Some are old, some are used, some are brightly coloured, some are shades of grey.
But hundreds of postcards Geniffer Darling has collected have one thing in common: They're images of Vancouver.
To her, postcards are more than just some cardboard and a pretty photo. In fact, many in her collection don't have some stunning photo or an amazing piece of art; she has a whole section dedicated to old roadside hotels.
Instead, they (when it's the right one) impact her.
"It's the ones that hit me a certain way, right? It's not 'Oh, don't have that. Grab it. Don't have that. Grab it,' right?" she says. "It's got to hit me a certain way if it's gonna make it a collection."
The sentimentality of collecting
One of the types of cards she likes to collect is those that depict Vancouver at night.
"City lights always get me," Darling explains, pointing out how emotional a visual moment can be, like when hits you in the heart or chest. "That's what this is," she adds.
Darling says the visual contrast of light and dark on postcards is “the epitome of Vancouver.”
Since the photos were taken without her, there's a certain mystery to the moments captured, as well, wondering what was happening at that place, that moment, wherever and whenever it may have been.
Some of the postcards do evoke real memories for Darling, however, since she's been to some of the places depicted.
"I remember going to the planetarium when I was in high school with friends and seeing Laser Offspring," she says, pointing to a postcard of the giant crab sculpture. "It was exactly this shade of night."
What's in the postcard collection
With hundreds of cards spanning over a century, there's room for a few themes in Darling's collection. She has a soft spot for postcards produced when she was growing up in the city in the 90s, but she doesn't limit herself to that.
There are the classic tourist sights, hotels, parks and even a few dedicated specifically to the SkyTrain. Some of the street scenes she's particularly fond of because they're not necessarily showing a notable spot.
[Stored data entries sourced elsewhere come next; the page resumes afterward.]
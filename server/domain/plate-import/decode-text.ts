import { MAX_PLATE_FILE_BYTES } from '@/schemas/plate';
import { failWith } from './errors';

/*
 * Turns the uploaded bytes into text, or fails before any parsing: too large, empty, or not
 * UTF-8 text. The byte length is checked first, before the content is looked at.
 */

/** Bytes a string takes in UTF-8, without allocating; stops counting once past `stopAfter`. */
export function utf8ByteLength(s: string, stopAfter = Number.POSITIVE_INFINITY): number {
  let n = 0;
  for (let i = 0; i < s.length && n <= stopAfter; i += 1) {
    const c = s.charCodeAt(i);
    if (c < 0x80) n += 1;
    else if (c < 0x800) n += 2;
    else if (c >= 0xd800 && c <= 0xdbff && i + 1 < s.length) {
      const d = s.charCodeAt(i + 1);
      if (d >= 0xdc00 && d <= 0xdfff) {
        n += 4;
        i += 1;
      } else n += 3; // lone surrogate: encoded as U+FFFD
    } else n += 3;
  }
  return n;
}

/**
 * Offset of the first byte that is not part of a well-formed UTF-8 sequence, or -1.
 * Well-formed sequences per the Unicode Standard, Table 3-7 (as in RFC 3629): no overlong forms,
 * no surrogates (ED A0..BF), nothing above U+10FFFF (F4 90.., F5..FF).
 */
export function findInvalidUtf8(bytes: Uint8Array): number {
  const n = bytes.length;
  let i = 0;
  const cont = (k: number, lo = 0x80, hi = 0xbf): boolean => {
    const b = bytes[k];
    return b !== undefined && b >= lo && b <= hi;
  };
  while (i < n) {
    const b = bytes[i]!;
    if (b < 0x80) {
      i += 1;
    } else if (b >= 0xc2 && b <= 0xdf) {
      if (!cont(i + 1)) return i;
      i += 2;
    } else if (b >= 0xe0 && b <= 0xef) {
      const lo = b === 0xe0 ? 0xa0 : 0x80;
      const hi = b === 0xed ? 0x9f : 0xbf;
      if (!cont(i + 1, lo, hi) || !cont(i + 2)) return i;
      i += 3;
    } else if (b >= 0xf0 && b <= 0xf4) {
      const lo = b === 0xf0 ? 0x90 : 0x80;
      const hi = b === 0xf4 ? 0x8f : 0xbf;
      if (!cont(i + 1, lo, hi) || !cont(i + 2) || !cont(i + 3)) return i;
      i += 4;
    } else {
      return i;
    }
  }
  return -1;
}

function lineOfByte(bytes: Uint8Array, offset: number): number {
  let line = 1;
  for (let i = 0; i < offset; i += 1) {
    const b = bytes[i];
    // CR alone, LF alone and CR LF each end one line.
    if (b === 0x0a) line += 1;
    else if (b === 0x0d && bytes[i + 1] !== 0x0a) line += 1;
  }
  return line;
}

function lineOfChar(text: string, offset: number): number {
  let line = 1;
  for (let i = 0; i < offset; i += 1) {
    const c = text.charCodeAt(i);
    if (c === 0x0a) line += 1;
    else if (c === 0x0d && text.charCodeAt(i + 1) !== 0x0a) line += 1;
  }
  return line;
}

export function formatBytes(n: number): string {
  if (n < 1024) return `${n} bytes`;
  if (n < 1024 * 1024) return `${(n / 1024).toFixed(1)} KiB`;
  return `${(n / (1024 * 1024)).toFixed(2)} MiB`;
}

const fatalDecoder = new TextDecoder('utf-8', { fatal: true, ignoreBOM: false });

/** Decoded text without its byte-order mark. Throws PlateImportError. */
export function decodePlateText(input: Uint8Array | string): string {
  const size =
    typeof input === 'string' ? utf8ByteLength(input, MAX_PLATE_FILE_BYTES) : input.byteLength;
  if (size > MAX_PLATE_FILE_BYTES) {
    const shown = typeof input === 'string' ? 'is more than' : 'is';
    failWith(
      'FILE_TOO_LARGE',
      `The file ${shown} ${formatBytes(size)}; the largest plate file accepted is ${formatBytes(MAX_PLATE_FILE_BYTES)}.`,
    );
  }
  if (size === 0) failWith('EMPTY_FILE', 'The file is empty.');

  if (typeof input === 'string') return checkDecodedString(input);

  const b0 = input[0];
  const b1 = input[1];
  if ((b0 === 0xff && b1 === 0xfe) || (b0 === 0xfe && b1 === 0xff)) {
    failWith(
      'NOT_TEXT',
      'The file is saved as UTF-16 text; save or export it as UTF-8 (plain CSV or tab-separated text).',
      { row: 1 },
    );
  }
  const nul = input.indexOf(0);
  if (nul !== -1) {
    failWith(
      'NOT_TEXT',
      `The file is not plain text: it contains a NUL byte (byte ${nul + 1}). Upload the CSV or tab-separated text export, not a workbook or binary file.`,
      { row: lineOfByte(input, nul) },
    );
  }
  let text: string;
  try {
    text = fatalDecoder.decode(input);
  } catch {
    const bad = findInvalidUtf8(input);
    const at = bad === -1 ? 0 : bad;
    failWith(
      'NOT_TEXT',
      `The file is not valid UTF-8 text (byte ${at + 1}, value 0x${(input[at] ?? 0).toString(16).toUpperCase().padStart(2, '0')}). Save it as UTF-8.`,
      { row: lineOfByte(input, at) },
    );
  }
  if (text.length === 0) failWith('EMPTY_FILE', 'The file is empty.'); // a byte-order mark alone
  return text;
}

function checkDecodedString(input: string): string {
  const text = input.charCodeAt(0) === 0xfeff ? input.slice(1) : input;
  if (text.length === 0) failWith('EMPTY_FILE', 'The file is empty.');
  const nul = text.indexOf('\u0000');
  if (nul !== -1) {
    failWith('NOT_TEXT', 'The file is not plain text: it contains a NUL character.', {
      row: lineOfChar(text, nul),
    });
  }
  // U+FFFD means the text was already decoded from something that was not UTF-8.
  const replacement = text.indexOf('\ufffd');
  if (replacement !== -1) {
    failWith(
      'NOT_TEXT',
      'The text contains the replacement character U+FFFD: the file was not UTF-8. Save it as UTF-8.',
      { row: lineOfChar(text, replacement) },
    );
  }
  for (let i = 0; i < text.length; i += 1) {
    const c = text.charCodeAt(i);
    if (c >= 0xd800 && c <= 0xdfff) {
      const pair =
        c <= 0xdbff && text.charCodeAt(i + 1) >= 0xdc00 && text.charCodeAt(i + 1) <= 0xdfff;
      if (!pair) {
        failWith('NOT_TEXT', 'The text contains an unpaired surrogate and is not valid Unicode.', {
          row: lineOfChar(text, i),
        });
      }
      i += 1;
    }
  }
  return text;
}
"It's Water Street and Cambie," she says of one as she flips through an album. "And it's not very remarkable in any way that I can see.
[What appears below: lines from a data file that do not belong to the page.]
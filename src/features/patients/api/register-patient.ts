import { useMutation, useQueryClient } from '@tanstack/react-query';
import { api } from '@/lib/api-client';
import { patientSchema, type CreatePatientInput } from '@/schemas/case';
import { patientKeys, patientQueries } from './patient-queries';

export function useRegisterPatient() {
  const qc = useQueryClient();
  return useMutation({
    mutationFn: (input: CreatePatientInput) => api.post('/api/patients', input, patientSchema),
    onSuccess: async (patient) => {
      qc.setQueryData(patientQueries.detail(patient.id).queryKey, patient);
      await qc.invalidateQueries({ queryKey: patientKeys.searches() });
    },
  });
}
"And that's why I think it's interesting. Because like, who would really want to send this?"
She notes that she has used and new postcards, since it's "all about the picture on the front." That means she has a fair amount of random tourists letters to loved ones in far-off places; she reads them (at least, the ones in languages she can understand), and says the messages add another dimension to her collection.
There is one type of card she does avoid: recent ones. It's not because she has something against current cards, but they're often cheap and don't impact her the same way.
The collection's beginnings
Though Darling grew up in Vancouver, she left when she was in her early 20s, after getting married and moving to Seattle.
Darling lived in Seattle for years and returned to Canada near the beginning of the pandemic: "Career and money. Not a good reason to stay anywhere."
She's always loved sending and receiving mail; in fact, she has 35 active pen pals right now she sends letters to - including postcards.
Combine her deep-rooted love of Vancouver and mail, add in a longing to return home that welled up just before the pandemic, and you've got the start of Darling's collection.
She jokes she "fast-tracked" her collection, accumulating so much in just three years.
Building the collection was also a money-saving strategy, Darling adds. "It was like, 'Oh, let's buy this $5 postcard, instead of buying that $25 blouse.'"
The collection now and into the future
There's an audience for her collection, Darling found, and she's created an Instagram account to share her collection with fans of Vancouver and postcards. She's hopeful seeing the images will encourage people to take a moment to appreciate the place they're in.
"The city has so much beauty and there's so much to offer everybody," she says of Vancouver. "I wish that people would just slow down and look at it."
She's even sent postcards to people she's met on Instagram; direct messages are fast, but there's more meaning with a postcard, she notes.
"Everyone wants, to get something in the mail. Like, why not? Wouldn't you?" she says.
The future of the collection is growth she says; there's no intention to do anything more with it for now.
"Maybe one day I'll just give it to someone who loves Vancouver more than me," she says. "But I don't know who's gonna love Vancouver more than me."